# "Why isn't he curly" RANT



## confetti (Apr 5, 2015)

Artoo is seven months old and does not have corkscrew curls. He never will and I'm fine with that. I made the choice to get him instead of finding a reputable breeder. My decision to get him was hastily made and we do things like that when we're smitten.
ANYWAYS, I get asked all the time "Why doesn't he have a curly coat?" and told "He doesn't look like a poodle." I find both remarks to be extremely rude. I know that he is a poodle and understand that smaller poodles are less likely to have corkscrew curls, especially when they weren't bred by a professional.
To make his coat situation even more confusing for people, I blow dry him so his coat never dries naturally. 
The pro to this rant is that he'll always look like a puppy. The con is that rude people will always exist. 
I've included a picture of him when he got wet and I didn't dry him as well as a picture of what his coat usually looks like. 
End rant. Thanks for reading! :aetsch:


----------



## twyla (Apr 28, 2010)

Artoo is a puppy and still needs to go through a coat change so he might get curlier, he has such puppy hair, even if he doesn't he still is a poodle. 

My current toy poodles I have one that has a completely proper harsh curly coat, Beatrice, one that has tight loose curls Flower and Pia has a thick soft wavy coat, and I still get asked what kind of dog they are. Most people around here have limited knowledge when comes to poodles because there aren't any.

Some folks and clueless and just plain rude


----------



## MiniPoo (Mar 6, 2014)

I think the reaction Artoo is getting is for several reasons. He is still very much a puppy. He is a parti poodle and he does not have the obvious poodle clip. A lot of well bred poodles are mistaken for mixed breeds because of the way they are clipped.

I think a lot of poodles with multicolored coats are not recognized as a poodle. A lot of people expect poodles to be solid colors.

Time might give him a curly coat, but most people will probably never know right away he is a poodle. It is not necessarily rude. You could say it is ignorance. You might be happier if you just expect this reaction from most people.

Artoo is cute as a button. So what if his poodliness is not evident.


----------



## Charmed (Aug 4, 2014)

When I was in college, decades ago (or when the dinosaurs roamed the Earth according to my kids) we had to come up with a mantra to help us get though life. Mine was, "People do dumb things!" This mantra certainly applies to your situation. Feel free to use it. By the way, lots of well bred 7 month old poodle pups have coats like your pup.


----------



## patk (Jun 13, 2013)

if it's any consolation, i had two lowchen, both with excellent pedigrees from well-respected breeders. they had different coats and different personalities. the litter mate of the outsize, shy male with the cotton candy coat was even sent to a breeder in germany and sired/grandsired a number of champions. "love the one you're with" is appropriate imo with regard to pets/family members. to the rude questioners: "love knows no bounds." if that doesn't shut them up, walk away.


----------



## glorybeecosta (Nov 11, 2014)

That is still a pup, Cayenne is 2 and does not have the same coat as Bella who is 8. Bella did not have the coat she has now and she was 1.5 years old when I got here.

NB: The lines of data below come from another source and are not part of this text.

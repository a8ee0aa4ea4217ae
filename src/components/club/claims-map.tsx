import type { ClaimView } from "@/lib/entities/claim";
import { planOutlines } from "@/lib/club/outline-plan";

const PLAN_WIDTH = 800;

/**
 * The club's claims as a plan of their outlines, each labelled (with its production where
 * given). Drawn on the server as SVG: the console needs the claims' shapes and where they lie
 * against each other, not a map to pan, so it sends no map code at all. Labels are HTML over
 * the plan so their text stays 14 px at any width.
 */
export function ClaimsMap({ claims, labels }: { claims: Pick<ClaimView, "id" | "name" | "boundary">[]; labels: Record<string, string> }) {
  const plan = planOutlines(claims, PLAN_WIDTH);
  const byId = new Map(claims.map((c) => [c.id, c]));
  const unmapped = claims.filter((c) => !plan.claims.some((p) => p.id === c.id));
  return (
    <figure className="flex w-full max-w-4xl flex-col gap-2">
      <div
        className="relative w-full overflow-hidden rounded-md border-2 border-edge bg-paper"
        style={{ aspectRatio: `${plan.width} / ${plan.height}` }}
        data-testid="claims-plan"
      >
        <svg viewBox={`0 0 ${plan.width} ${plan.height}`} className="absolute inset-0 h-full w-full" aria-hidden="true">
          <defs>
            <pattern id="plan-grid" width="40" height="40" patternUnits="userSpaceOnUse">
              <path d="M40 0H0V40" fill="none" stroke="var(--rule)" strokeWidth="1" />
            </pattern>
          </defs>
          <rect width={plan.width} height={plan.height} fill="url(#plan-grid)" />
          {plan.claims.map((c) => (
            <path
              key={c.id}
              d={c.path}
              fill="var(--ochre)"
              fillOpacity="0.15"
              fillRule="evenodd"
              stroke="var(--ochre)"
              strokeWidth="3"
              strokeLinejoin="round"
            />
          ))}
          {plan.scale && (
            <g transform={`translate(24 ${plan.height - 24})`} stroke="var(--ink)" strokeWidth="3" fill="none">
              <path d={`M0 -8V0H${plan.scale.length}V-8`} />
            </g>
          )}
          <g transform={`translate(${plan.width - 32} 48)`} fill="var(--ink)">
            <path d="M0 -28L10 0H-10Z" />
          </g>
        </svg>
        {plan.claims.map((c) => (
          <span
            key={c.id}
            className={`absolute max-w-[45%] -translate-x-1/2 rounded bg-sheet/90 px-1.5 text-center text-sm font-bold text-ink shadow ${c.label.above ? "-translate-y-[calc(100%+4px)]" : "translate-y-1"}`}
            style={{ left: `${(c.label.x / plan.width) * 100}%`, top: `${(c.label.y / plan.height) * 100}%` }}
          >
            {labels[c.id] ?? byId.get(c.id)?.name}
          </span>
        ))}
        {plan.scale && (
          <span className="absolute text-sm font-bold text-ink" style={{ left: `${(24 / plan.width) * 100}%`, bottom: `${(34 / plan.height) * 100}%` }}>
            {plan.scale.metres >= 1000 ? `${plan.scale.metres / 1000} km` : `${plan.scale.metres} m`}
          </span>
        )}
        <span className="absolute text-sm font-bold text-ink" style={{ right: `${(26 / plan.width) * 100}%`, top: `${(52 / plan.height) * 100}%` }}>
          N
        </span>
        {plan.claims.length === 0 && <p className="absolute inset-0 grid place-items-center text-ink-soft">No claim has an outline yet.</p>}
      </div>
      <figcaption className="text-sm text-ink-soft">
        Outlines as recorded, north up, to the scale shown.
        {unmapped.length > 0 && ` No outline yet: ${unmapped.map((c) => labels[c.id] ?? c.name).join("; ")}.`}
      </figcaption>
    </figure>
  );
}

I do agree that unless it is in some form of a poodle cut, many people do not recognize a poodle. I doubt they mean to be rude, just do not know


----------



## Tiny Poodles (Jun 20, 2013)

I find this funny because I have the opposite complaint - Timi is too darn curly - even when freshly blow dried with a forced air dryer, I can never get her hair straight and that makes it impossible for me to scissor her well! Her butt looks like a bowl of spaghetti Os!


----------



## confetti (Apr 5, 2015)

He had a poodle haircut for awhile but I buzzed him recently. It's frustrating because I just told you he's a poodle and you're going to argue about it? He's not even your dog! lol


----------



## kayfabulous6 (Nov 19, 2013)

I would say he has yet to go through his coat change and you will probably see some curl soon. But be sure to stay on top of brushing because during this period they are extra prone to matting. My girl Ruby was soo thin-coated and her hair was so straight as a pup until her coat began to change around 8-10 months old. Now her hair is only straight when she gets blown straight at the groomers. If she goes out in the rain for a few minutes her hair is kinky curly!


----------



## kayfabulous6 (Nov 19, 2013)

confetti said:


> He had a poodle haircut for awhile but I buzzed him recently. It's frustrating because I just told you he's a poodle and you're going to argue about it? He's not even your dog! lol



People love to act as if they know it all! Not many "non poodle" people know that parti is indeed one of many poodle coat colors, maybe that is why people assume that he isn't a poodle?


----------



## zooeysmom (Jan 3, 2014)

My girl is very well-bred, but when she had her straight puppy coat, I constantly got asked what breed or mix she was and it drove me crazy. I'm so glad she's curly now and 90% of people know she's a poodle.


----------



## Naira (Jan 9, 2015)

I like his hair and markings. a solid apricot poodle is next on my list but after that I want a parti.


----------



## Lori G (Sep 19, 2014)

MiniPoo said:


> I think the reaction Artoo is getting is for several reasons. He is still very much a puppy. He is a parti poodle and he does not have the obvious poodle clip. A lot of well bred poodles are mistaken for mixed breeds because of the way they are clipped.
> 
> I think a lot of poodles with multicolored coats are not recognized as a poodle. A lot of people expect poodles to be solid colors.
> 
> ...


Minipoo, you've identified what may be the base of people's comments. Until about 2 years ago I really didn't know poodles were any other color than black, white, cream and red. And when I found out about parti poodles my eyes were really opened. 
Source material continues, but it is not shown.